=== ENTRIES SHOWN ===

def section_bank_z_reach(sigmas=DEFAULT_SIGMAS_3D, *, spacing):
    """Sections on each side of the centre that :func:`section_filter_bank_3d` reads.

    The Gaussian kernel of the largest σ reaches ``int(4 σ_z + 0.5)`` sections along z, with
    ``σ_z = σ * min(spacing) / spacing[0]``; the second z difference reads two sections more.
    Sections beyond this reach do not change the features; every section within it does.

    Parameters
    ----------
    sigmas : sequence of float, optional
        Increasing scales in pixels of the finest axis.
    spacing : sequence of float
        Voxel size (z, y, x).

    Returns
    -------
    int

    Examples
    --------
    >>> section_bank_z_reach((1.0, 2.0), spacing=(10, 10, 10))
    10
    >>> section_bank_z_reach((1.0, 2.0), spacing=(20, 10, 10))
    6
    """
    return _reach(_check_sigmas(sigmas), _axis_ratios(spacing))


def symmetric_eigenvalues_3x3(a00, a01, a02, a11, a12, a22, *, out=None):
    """Eigenvalues, largest first, of symmetric 3 × 3 matrices given by their six entries.

    Closed form: the trigonometric solution of the characteristic cubic of the traceless,
    normalised matrix ``B = (A - q I) / p`` (``q`` the mean eigenvalue, ``p`` the root mean
    square deviation of the eigenvalues from ``q`` over 2): its eigenvalues are
    ``2 cos(φ + 2πk/3)`` with ``φ = arccos(det(B) / 2) / 3``. Computed and returned in float32;
    a matrix with three equal eigenvalues (``p = 0``) gives ``q`` three times.

    Parameters
    ----------
    a00, a01, a02, a11, a12, a22 : array_like
        The upper triangle, all of one shape (broadcast).
    out : sequence of 3 ndarray of float32, optional
        Arrays of the broadcast shape to write the eigenvalues into (channel planes, say).

    Returns
    -------
    list of 3 ndarray of float32
        Eigenvalues in descending order, each of the broadcast shape (`out` when given).

    Notes
    -----
    Accuracy: every eigenvalue lies within ``EIGENVALUE_TOLERANCE`` (5e-4) times the largest
    eigenvalue magnitude of its matrix from the exact one. The arccos is sensitive where two
    eigenvalues nearly coincide (``|det(B) / 2|`` near 1): a float32 rounding of its argument
    moves the angle by about its square root there, which bounds the error. Float64 would
    bring it to about 1e-8, at 2.6 times the cost of float32 for these features' largest
    share of work; a feature's relative error of 5e-4 is far below the noise of EM images.

    The formula runs over rows of about a hundred thousand values at a time in buffers that
    are reused, rather than over whole planes: its temporaries then stay in the processor's
    cache. Every operation and its order is the same either way, so the result is too.

    Examples
    --------
    >>> [float(e) for e in symmetric_eigenvalues_3x3(2.0, 1.0, 0.0, 2.0, 0.0, 3.0)]
    [3.0, 3.0, 1.0]
    """
    entries = np.broadcast_arrays(*(np.asarray(v) for v in (a00, a01, a02, a11, a12, a22)))
    shape = entries[0].shape
    if out is None:
        out = [np.empty(shape, dtype=np.float32) for _ in range(3)]
    if entries[0].size == 0:
        return list(out)
    width = shape[-1] if shape else 1
    rows_in = [e.reshape(-1, width) for e in entries]
    # views of `out` (a copy would take the values away with it: refused)
    rows_out = [np.reshape(o, (-1, width), copy=False) for o in out]
    step = min(max(1, _EIGEN_CHUNK // width), rows_in[0].shape[0])
    buffers = np.empty((11, step * width), dtype=np.float32)
    for start in range(0, rows_in[0].shape[0], step):
        stop = min(start + step, rows_in[0].shape[0])
        _eigenvalue_rows(
            [r[start:stop] for r in rows_in],
            [r[start:stop] for r in rows_out],
            buffers[:, : (stop - start) * width],
        )
    return list(out)


def _float32_rows(entry, buffer):
    """`entry` itself if it is float32, else its values converted into `buffer`."""
    if entry.dtype == np.float32:
        return entry
    buffer[...] = entry
    return buffer


def _eigenvalue_rows(entries, out, buffers):
    """The closed form of :func:`symmetric_eigenvalues_3x3` on a few rows, in `buffers`.

    Float32 entries are read where they lie and the eigenvalues are made in `out`; entries of
    another dtype are converted into the buffers first (the numbers are the same either way)."""
    n = entries[0].shape
    a00, a01, a02, a11, a12, a22, q, p, t, u, v = (b.reshape(n) for b in buffers)
    x00, x01, x02, x11, x12, x22 = (
        _float32_rows(entry, buffer)
        for buffer, entry in zip((a00, a01, a02, a11, a12, a22), entries, strict=True)
    )
    np.add(x00, x11, out=q)
    q += x22
    np.divide(q, 3.0, out=q)
    # the diagonal of A - qI
    b00 = np.subtract(x00, q, out=a00)
    b11 = np.subtract(x11, q, out=a11)
    b22 = np.subtract(x22, q, out=a22)
    # p = sqrt((b00² + b11² + b22² + 2 (a01² + a02² + a12²)) / 6)
    np.multiply(b00, b00, out=p)
    p += np.multiply(b11, b11, out=t)
    p += np.multiply(b22, b22, out=t)
    np.multiply(x01, x01, out=u)
    u += np.multiply(x02, x02, out=t)
    u += np.multiply(x12, x12, out=t)
    u *= 2.0
    p += u
    np.divide(p, 6.0, out=p)
    np.sqrt(p, out=p)
    # B = (A - qI) / p, its entries at most sqrt(6) in size, so nothing overflows; where p = 0
    # every entry of A - qI is 0 and stays 0 (the smallest normal float stands in for p)
    np.maximum(p, _TINY, out=t)
    np.divide(1.0, t, out=t)
    for entry in (b00, b11, b22):
        entry *= t
    np.multiply(x01, t, out=a01)
    np.multiply(x02, t, out=a02)
    np.multiply(x12, t, out=a12)
    # det(B) = b00 (b11 b22 - a12²) - a01 (a01 b22 - a12 a02) + a02 (a01 a12 - b11 a02)
    np.multiply(b11, b22, out=t)
    t -= np.multiply(a12, a12, out=u)
    t *= b00
    np.multiply(a01, b22, out=u)
    u -= np.multiply(a12, a02, out=v)
    u *= a01
    t -= u
    np.multiply(a01, a12, out=u)
    u -= np.multiply(b11, a02, out=v)
    u *= a02
    t += u
    # det(B) / 2 lies in [-1, 1]; rounding can step just outside it
    t *= 0.5
    np.clip(t, -1.0, 1.0, out=t)
    phi = np.arccos(t, out=t)
    np.divide(phi, 3.0, out=phi)
    largest, middle, smallest = out
    np.multiply(p, 2.0, out=largest)
    largest *= np.cos(phi, out=u)
    largest += q
    phi += 2.0 * math.pi / 3.0
    np.multiply(p, 2.0, out=smallest)
    smallest *= np.cos(phi, out=u)
    smallest += q
    # the trace fixes the middle one; clipped so that rounding never breaks the order (numpy's
    # clip as its definition, maximum then minimum: clip with array bounds is 3x slower)
    np.multiply(q, 3.0, out=middle)
    middle -= largest
    middle -= smallest
    np.maximum(middle, smallest, out=middle)
    np.minimum(middle, largest, out=middle)


def _z_weights(sigma_z):
    """(3, 2 k + 1) weights over sections -k..k (k = this σ's own z reach) giving the centre's
    z-smoothed plane, its central z difference and the central difference of that (the second
    z difference)."""
    w = gaussian_weights(sigma_z)
    radius = (w.size - 1) // 2
    reach = radius + _Z_DIFFERENCE_REACH

    def centred_at(offset):
        row = np.zeros(2 * reach + 1)
        start = reach + offset - radius
        row[start : start + w.size] = w
        return row

    smooth = centred_at(0)
    first = 0.5 * (centred_at(1) - centred_at(-1))
    second = 0.25 * (centred_at(2) - 2.0 * smooth + centred_at(-2))
    return np.stack([smooth, first, second])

===

▶ _REQUIRED WORK_:
Return exactly, and only, the lines above starting at the line that contains "buffer[...] = entry" and ending at the line that contains "np.multiply(x01, t, out=a01)".

▶ _EXERCISE RESPONSE_:
    buffer[...] = entry
    return buffer


def _eigenvalue_rows(entries, out, buffers):
    """The closed form of :func:`symmetric_eigenvalues_3x3` on a few rows, in `buffers`.

    Float32 entries are read where they lie and the eigenvalues are made in `out`; entries of
    another dtype are converted into the buffers first (the numbers are the same either way)."""
    n = entries[0].shape
    a00, a01, a02, a11, a12, a22, q, p, t, u, v = (b.reshape(n) for b in buffers)
    x00, x01, x02, x11, x12, x22 = (
        _float32_rows(entry, buffer)
        for buffer, entry in zip((a00, a01, a02, a11, a12, a22), entries, strict=True)
    )
    np.add(x00, x11, out=q)
    q += x22
    np.divide(q, 3.0, out=q)
    # the diagonal of A - qI
    b00 = np.subtract(x00, q, out=a00)
    b11 = np.subtract(x11, q, out=a11)
    b22 = np.subtract(x22, q, out=a22)
    # p = sqrt((b00² + b11² + b22² + 2 (a01² + a02² + a12²)) / 6)
    np.multiply(b00, b00, out=p)
    p += np.multiply(b11, b11, out=t)
    p += np.multiply(b22, b22, out=t)
    np.multiply(x01, x01, out=u)
    u += np.multiply(x02, x02, out=t)
    u += np.multiply(x12, x12, out=t)
    u *= 2.0
    p += u
    np.divide(p, 6.0, out=p)
    np.sqrt(p, out=p)
    # B = (A - qI) / p, its entries at most sqrt(6) in size, so nothing overflows; where p = 0
    # every entry of A - qI is 0 and stays 0 (the smallest normal float stands in for p)
    np.maximum(p, _TINY, out=t)
    np.divide(1.0, t, out=t)
    for entry in (b00, b11, b22):
        entry *= t
    np.multiply(x01, t, out=a01)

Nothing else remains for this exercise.